In middle/upper class white (and to a lesser extent black/asian/hispanic) households, the dog is largely a companion figure, let into the house, and doted upon. I have noticed in general that black Americans and immigrants to America from non-European countries seem more likely to be afraid around other people’s pet dogs (not that there aren’t tons of black and immigrant families who have dogs as pets and treat them just like your average white family, it just seems in general this is less likely to happen).
I have spent quite a bit of time in India in a large city and there dogs are seen mostly as urban pests, particularly for the poor and middle class: they live outdoors and eat from trash cans and bark all the time. They don’t belong to one particular family, for the most part. I have also spent a small amount of time in rural India, on a tea plantation.

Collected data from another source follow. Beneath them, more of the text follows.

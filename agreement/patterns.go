package agreement

import (
	"bytes"
	"cmp"
	"slices"
)

// patterns holds the different rows of a study, each with its reference, and
// how many parts have it. Every figure but the lists of parts depends on the
// study only through them, and a million parts with ten calls each have but
// a few hundred: this is what makes large studies fast.
type patterns struct {
	rows    [][]Category
	ref     []Category
	times   []int   // how many parts have this row
	pattern []int32 // of each part
}

func (r *Ratings) patterns() patterns {
	var p patterns
	p.pattern = make([]int32, r.parts)
	seen := make(map[string]int32)
	key := make([]byte, r.columns()+1)
	for part := range r.parts {
		row := r.Row(part)
		copy(key, row)
		key[len(row)] = r.Reference(part)
		i, ok := seen[string(key)]
		if !ok {
			i = int32(len(p.rows))
			seen[string(key)] = i
			p.rows = append(p.rows, row)
			p.ref = append(p.ref, key[len(row)])
			p.times = append(p.times, 0)
		}
		p.times[i]++
		p.pattern[part] = i
	}
	p.sort()
	return p
}

// sort puts the patterns into the order of their rows, so that every sum over
// them is the same, to its last digit, in whatever order the parts stand.
func (p *patterns) sort() {
	order := make([]int32, len(p.rows))
	for i := range order {
		order[i] = int32(i)
	}
	slices.SortFunc(order, func(i, k int32) int {
		return cmp.Or(bytes.Compare(p.rows[i], p.rows[k]), cmp.Compare(p.ref[i], p.ref[k]))
	})
	sorted := patterns{pattern: p.pattern}
	place := make([]int32, len(order))
	for to, from := range order {
		place[from] = int32(to)
		sorted.rows = append(sorted.rows, p.rows[from])
		sorted.ref = append(sorted.ref, p.ref[from])
		sorted.times = append(sorted.times, p.times[from])
	}
	for part, i := range p.pattern {
		p.pattern[part] = place[i]
	}
	*p = sorted
}

// where returns, in order, the parts whose pattern is chosen.
func (p patterns) where(chosen func(pattern int) bool) []int {
	return where(p.pattern, len(p.rows), chosen)
}

func where(of []int32, patterns int, chosen func(pattern int) bool) []int {
	parts := []int{}
	yes, some := make([]bool, patterns), false
	for i := range yes {
		yes[i] = chosen(i)
		some = some || yes[i]
	}
	if !some {
		return parts
	}
	for part, i := range of {
		if yes[i] {
			parts = append(parts, part)
		}
	}
	return parts
}

// Pattern is a row of calls and its reference, as some parts have it.
type Pattern struct {
	Row       []Category // as Ratings.Row
	Reference Category   // or Missing
	Parts     int        // how many parts have it
}

// Patterns are the different rows of a study: what can be said of a part
// without its name is said of its pattern, for all parts alike at once.
type Patterns struct {
	List []Pattern
	Of   []int32 // of each part, its place in List
}

func (p patterns) public() Patterns {
	out := Patterns{Of: p.pattern}
	for i, row := range p.rows {
		out.List = append(out.List, Pattern{row, p.ref[i], p.times[i]})
	}
	return out
}

// Where returns, in order, the parts whose pattern is chosen.
func (p Patterns) Where(chosen func(Pattern) bool) []int {
	return where(p.Of, len(p.List), func(i int) bool { return chosen(p.List[i]) })
}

There the family had a dog which never came inside the house and wasn’t petted but hung around constantly outside the house, went on walks with the family outside, and was sort of “their dog.” He acted like he was part of the farm household. As far as I know, however, the family never actually deliberately brought this dog to the farm, he just showed up there. However, he was not considered a pest or an annoyance.
I have many friends from urban parts of different developing countries and most of them expressed some fear of dogs when they first moved here and seemed very avoidant of pet dogs in the homes of others.

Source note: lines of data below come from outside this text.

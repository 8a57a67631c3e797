package cascade

import (
	"math"
	"testing"

	"kilovet/hv/lack"
	"kilovet/hv/quantity"
)

func refused(t *testing.T, c Cascade, load quantity.Current) {
	t.Helper()
	s, err := c.Loaded(load)
	if l := lack.Of(err); l == nil || l.Kind != lack.Outside {
		t.Errorf("%g A: %v, %v; want a lack outside the model", load, s.Output, err)
	}
}

func TestRefusesWhatIsNoCascade(t *testing.T) {
	good := Cascade{Peak: 2000, Frequency: 3e4, ForwardDrop: 5}.WithEqual(3, 1e-9)
	if _, err := good.Loaded(1e-5); err != nil {
		t.Fatal(err)
	}
	for name, spoil := range map[string]func(*Cascade){
		"no stages":            func(c *Cascade) { *c = c.WithEqual(0, 1e-9) },
		"one list short":       func(c *Cascade) { c.Coupling = c.Coupling[:2] },
		"no capacitance":       func(c *Cascade) { c.Smoothing[1] = 0 },
		"negative capacitance": func(c *Cascade) { c.Coupling[1] = -1e-9 },
		"no frequency":         func(c *Cascade) { c.Frequency = 0 },
		"no drive":             func(c *Cascade) { c.Peak = 0 },
		"not a number":         func(c *Cascade) { c.Peak = quantity.Voltage(math.NaN()) },
		"without end":          func(c *Cascade) { c.Frequency = quantity.Frequency(math.Inf(1)) },
		"diodes eat the drive": func(c *Cascade) { c.ForwardDrop = 2000 },
		"negative drop":        func(c *Cascade) { c.ForwardDrop = -1 },
		"drop not a number":    func(c *Cascade) { c.ForwardDrop = quantity.Voltage(math.NaN()) },
	} {
		c := good.WithEqual(3, 1e-9)
		spoil(&c)
		t.Run(name, func(t *testing.T) {
			refused(t, c, 1e-5)
			if v, err := c.NoLoad(); lack.Of(err) == nil {
				t.Errorf("without load %g", v)
			}
		})
	}
	refused(t, good, -1e-6)
	refused(t, good, quantity.Current(math.NaN()))
	refused(t, good, quantity.Current(math.Inf(1)))
}

// Each limit answers just inside and refuses just outside.
func TestLimitsOfTheLoad(t *testing.T) {
	one := Cascade{Peak: 1000, Frequency: 1000}.WithEqual(1, 1e-9)                      // swing 0.3 at 0.3 mA
	many := Cascade{Peak: 1000, Frequency: 1000}.WithEqual(8, 1e-8)                     // drop 0.6 at 0.2556 mA
	twins := Cascade{Symmetrical: true, Peak: 1000, Frequency: 1000}.WithEqual(4, 1e-9) // swing 0.0375
	square := many
	square.Square = true
	drop := func(c Cascade) quantity.Current { return quantity.Current(0.6 * 16000 / float64(c.climb(1).Drop())) }
	for _, r := range []struct {
		c    Cascade
		edge quantity.Current
	}{{one, 0.3e-3}, {many, drop(many)}, {twins, 0.3e-3 / 8}, {square, drop(square)}} {
		if _, err := r.c.Loaded(r.edge * 0.999); err != nil {
			t.Errorf("below the limit: %v", err)
		}
		refused(t, r.c, r.edge*1.001)
	}
}

// One small capacitor half way up takes the whole voltage of the top stages while
// drop and swing are still within their limits.
func TestNoCapacitorEmpties(t *testing.T) {
	c := Cascade{Peak: 1000, Frequency: 1000}.WithEqual(10, 1e-5)
	c.Smoothing[4] = 1e-9
	s := c.climb(0.39e-3)
	if s.Drop() > LargestDrop*s.NoLoad || c.swing(0.39e-3) > c.largestSwing() || s.Smoothing[9].Maximum > 0 {
		t.Fatal("another limit refuses this one")
	}
	refused(t, c, 0.39e-3)
}

func TestSquareDriveNeedsEqualCapacitors(t *testing.T) {
	c := Cascade{Peak: 1000, Frequency: 1e4, Square: true}.WithEqual(3, 1e-9)
	c.Coupling[0] = 2e-9
	refused(t, c, 1e-6)
	if _, err := c.Supply(); lack.Of(err) == nil {
		t.Error("a line was given")
	}
	if _, err := c.NoLoad(); err != nil {
		t.Errorf("the no-load voltage does not depend on the capacitors: %v", err)
	}
}

func TestPeakNeeded(t *testing.T) {
	c := Cascade{Peak: 1, Frequency: 3e4, ForwardDrop: 0.5}.WithEqual(4, 1e-9)
	c.Peak = 2000
	s, err := c.Loaded(2e-4)
	if err != nil {
		t.Fatal(err)
	}
	peak, err := c.PeakNeeded(s.Output.Mean, 2e-4)
	if err != nil {
		t.Fatal(err)
	}
	near(t, "peak", float64(peak), 2000, 1e-9)
	idle, _ := c.PeakNeeded(s.Output.Mean, 0)
	near(t, "without load", float64(idle), float64(s.Output.Mean)/8+0.5, 1e-9)
	for _, v := range []quantity.Voltage{0, -100, quantity.Voltage(math.NaN())} {
		if _, err := c.PeakNeeded(v, 2e-4); lack.Of(err) == nil {
			t.Errorf("an answer for %g V", v)
		}
	}
	if _, err := c.PeakNeeded(100, 2e-4); lack.Of(err) == nil {
		t.Error("100 V at a load that drops far more: an answer")
	}
}

func TestStagesForMostOutputNeedsALoad(t *testing.T) {
	c := naidu()
	for _, i := range []quantity.Current{0, 1e-18, -1, 1} {
		if _, err := c.StagesForMostOutput(i); lack.Of(err) == nil {
			t.Errorf("%g A: an answer", i)
		}
	}
	c.Smoothing[2] *= 2
	if _, err := c.StagesForMostOutput(5e-3); lack.Of(err) == nil {
		t.Error("unequal capacitors: an answer")
	}
}

func TestTextbookDropIsHalfWave(t *testing.T) {
	c := naidu()
	c.Symmetrical = true
	if _, err := c.TextbookDrop(1e-3); lack.Of(err) == nil {
		t.Error("symmetrical: an answer")
	}
}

My friend is Australian and his family owns and lives on a farm. They have always had a dog, brought there deliberately, to protect their plants and chase away wild dogs, intruders, etc. Their dogs are petted but generally not let inside the house and not pampered to the same extent your average middle-class American pampers his dog.
Finally, I have noticed on some shows/books that take place in England in the early 20th and late 19th century, there are dogs that are companions and pets that are let inside the house, and then there are hounds for hunting that are all together different (eg Downton Abbey).

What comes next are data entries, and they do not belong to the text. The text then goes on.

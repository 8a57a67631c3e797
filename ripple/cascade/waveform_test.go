package cascade

import (
	"math"
	"math/cmplx"
	"testing"

	"pgregory.net/rapid"

	"kilovet/hv/chance"
	"kilovet/hv/quantity"
)

// An independent Fourier integral, over pieces between the pulses by the midpoint
// rule, must give the closed coefficients.
func TestHarmonicsAgainstNumericalIntegral(t *testing.T) {
	for _, kind := range kinds {
		c := unit(4)
		c.Symmetrical, c.Square = kind.symmetrical, kind.square
		w := c.climb(1).Ripple
		for k := 1; k <= 6; k++ {
			const points = 20000
			var sum complex128
			for i := range points {
				x := (float64(i) + 0.5) / points
				sum += complex(float64(w.At(quantity.Time(x))), 0) * cmplx.Exp(complex(0, -2*math.Pi*float64(k)*x))
			}
			want := 2 * sum / points
			if d := cmplx.Abs(w.Harmonic(k) - want); d > 2e-6*float64(w.PeakToPeak()) {
				t.Errorf("%s, harmonic %d: %g, want %g", kind.name, k, w.Harmonic(k), want)
			}
		}
	}
}

// Summing the harmonics gives the wave-form back, away from the jumps.
func TestHarmonicsResynthesise(t *testing.T) {
	chance.Check(t, func(t *rapid.T) {
		c := anyCascade(t)
		w := c.climb(anyLoad(t, c)).Ripple
		const count = 4000
		list := w.Harmonics(count)
		x := rapid.SampledFrom([]float64{0.06, 0.25, 0.41, 0.58, 0.75, 0.93}).Draw(t, "part of a period")
		var sum float64
		for k, p := range list {
			sum += real(p * cmplx.Exp(complex(0, 2*math.Pi*float64(k+1)*x)))
		}
		if want := float64(w.At(quantity.Time(x) * w.Period)); math.Abs(sum-want) > 1e-3*float64(w.PeakToPeak()) {
			t.Errorf("%g, want %g", sum, want)
		}
	})
}

// Parseval: the squares of the harmonics sum to the mean square, which for straight
// pieces is (a² + ab + b²)/3 each.
func TestHarmonicsHoldThePower(t *testing.T) {
	for _, kind := range kinds {
		c := unit(5)
		c.Symmetrical, c.Square = kind.symmetrical, kind.square
		w := c.climb(1).Ripple
		var sum float64
		for k := 1; k <= 20000; k++ {
			a := float64(w.Amplitude(k))
			sum += a * a / 2
		}
		p, q, r, s := w.corners()
		m := w.mean()
		square := func(a, b quantity.Voltage) float64 { return float64(a*a+a*b+b*b) / 6 }
		near(t, kind.name, sum, square(p-m, q-m)+square(r-m, s-m), 1e-4)
	}
}

// Equal capacitors, sine drive: fundamental n² q/(π C), second harmonic n q/(2π C);
// symmetrical: nothing at f, n q/(2 π C) at 2f.
func TestFundamentalAndSecondHarmonic(t *testing.T) {
	for n := 1; n <= 12; n++ {
		c, x := unit(n), float64(n)
		w := c.climb(1).Ripple
		near(t, "fundamental", float64(w.Amplitude(1)), x*x/math.Pi, 1e-12)
		near(t, "second", float64(w.Amplitude(2)), x/(2*math.Pi), 1e-9)
		c.Symmetrical = true
		w = c.climb(1).Ripple
		if a := w.Amplitude(1); a > 1e-12 {
			t.Errorf("symmetrical: %g at the drive frequency", a)
		}
		near(t, "symmetrical, second", float64(w.Amplitude(2)), x/2/math.Pi, 1e-12)
	}
}

// The wave-form jumps up at the positive peak of the drive, so that its fundamental
// follows the drive by a quarter period.
func TestPhaseReference(t *testing.T) {
	w := unit(1).climb(1).Ripple
	near(t, "phase", cmplx.Phase(w.Harmonic(1)), -math.Pi/2, 1e-12)
	near(t, "just after the pulse", float64(w.At(0)), float64(w.PeakToPeak())/2, 1e-12)
	near(t, "a period later", float64(w.At(1)), float64(w.At(0)), 1e-12)
	near(t, "before the first", float64(w.At(-0.25)), float64(w.At(0.75)), 1e-12)
}

func TestHarmonicZeroIsAMistake(t *testing.T) {
	defer func() {
		if recover() == nil {
			t.Error("no panic")
		}
	}()
	Waveform{}.Harmonic(0)
}
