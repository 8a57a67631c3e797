package cascade

import (
	"math"

	"kilovet/hv/lack"
	"kilovet/hv/quantity"
)

// Optimum is the number of stages that gives the most output at a load. More
// stages give less; it is not the number of least ripple or relative drop.
type Optimum struct {
	Stages    int     // whole number with the largest mean output
	Unrounded float64 // where the mean output has its maximum

	// The usual short form √(peak f C/I), from the leading term of the drop alone.
	// Books round it either way; here to the whole number of more output by that form.
	ShortStages    int
	ShortUnrounded float64

	Mean quantity.Voltage // mean output with Stages
}

// cubic is a drop of the mean a n³ + b n² + c n, in q/C.
type cubic struct{ a, b, c float64 }

func (p cubic) at(n float64) float64 { return ((p.a*n+p.b)*n + p.c) * n }

// meanDrop is the drop of the mean for equal capacitors. Derived by charge balance;
// see the package comment.
func (c Cascade) meanDrop() cubic {
	switch {
	case c.Symmetrical && c.Square:
		return cubic{1. / 6, 1. / 8, 1. / 12}
	case c.Symmetrical:
		return cubic{1. / 6, 1. / 4, 1. / 3}
	case c.Square:
		return cubic{2. / 3, 1. / 4, 7. / 48}
	default:
		return cubic{2. / 3, 1. / 2, 1. / 3}
	}
}

// StagesForMostOutput finds the number of stages with the largest mean output for
// the capacitance, drive and load of the cascade, whatever its own number of
// stages. A lack for unequal capacitors, for no load (the output then grows without
// limit), for one with which a thousand stages would be too few, and where one period's
// load moves a capacitor by more than [LargestSwing] of the peak, so that not even one
// stage could be computed.
func (c Cascade) StagesForMostOutput(load quantity.Current) (Optimum, error) {
	if err := c.solvable(load); err != nil {
		return Optimum{}, err
	}
	each, err := c.equal()
	if err != nil {
		return Optimum{}, err
	}
	if load == 0 {
		return Optimum{}, lack.Range("without load every further stage adds to the output")
	}
	step := c.perPeriod(load, each)
	if !quantity.AtMost(step, LargestSwing*c.Peak) {
		return Optimum{}, lack.Range("one period's load moves a capacitor by %s, more than %g of the %s peak: no number of stages helps",
			quantity.Text(step), LargestSwing, quantity.Text(c.Peak))
	}
	most := c.most(step)
	if most.Stages > mostStages {
		return Optimum{}, lack.Range("with so little load every further stage up to %d adds to the output", mostStages)
	}
	return most, nil
}

// mostStages is the number of stages up to which an answer says something: past it strays, which
// the closed form leaves out, decide (common practice, no source), and a load that is rounding
// would be answered with millions.
const mostStages = 1000

func (c Cascade) most(step quantity.Voltage) Optimum {
	rung := float64(c.rung() / step)
	full := c.meanDrop()
	short := cubic{a: full.a}
	o := Optimum{Unrounded: full.peak(rung), ShortUnrounded: short.peak(rung)}
	o.Stages, o.ShortStages = full.whole(rung), short.whole(rung)
	n := float64(o.Stages)
	o.Mean = step * quantity.Voltage(rung*n-full.at(n))
	return o
}

// peak is where rung × n − drop has its maximum: 3 a n² + 2 b n + c = rung.
func (p cubic) peak(rung float64) float64 {
	return (math.Sqrt(p.b*p.b+3*p.a*(rung-p.c)) - p.b) / (3 * p.a)
}

// whole is the better of the two whole numbers about the maximum.
func (p cubic) whole(rung float64) int {
	low := max(1, math.Floor(p.peak(rung)))
	if rung*(low+1)-p.at(low+1) > rung*low-p.at(low) {
		return int(low) + 1
	}
	return int(low)
}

My theory is that when humans live more agricultural lives, dogs are useful as working dogs: guarding, hunting, herding, sometimes warmth. When societies urbanize, those uses of dogs fall by the wayside but as a whole dogs are poor hunters and generally need humans to survive, so they become something of a parasite on societies. Finally, as societies urbanize more and people become more wealthy, have fewer kids and possibly become more isolated from family/friends, they feel they need companionship in animal form and dogs become a part of the family.
I’m sorry if this was tl;dr. Anyone else have any other theories about the relationship between dogs and man, or other data points to contribute to this discussion?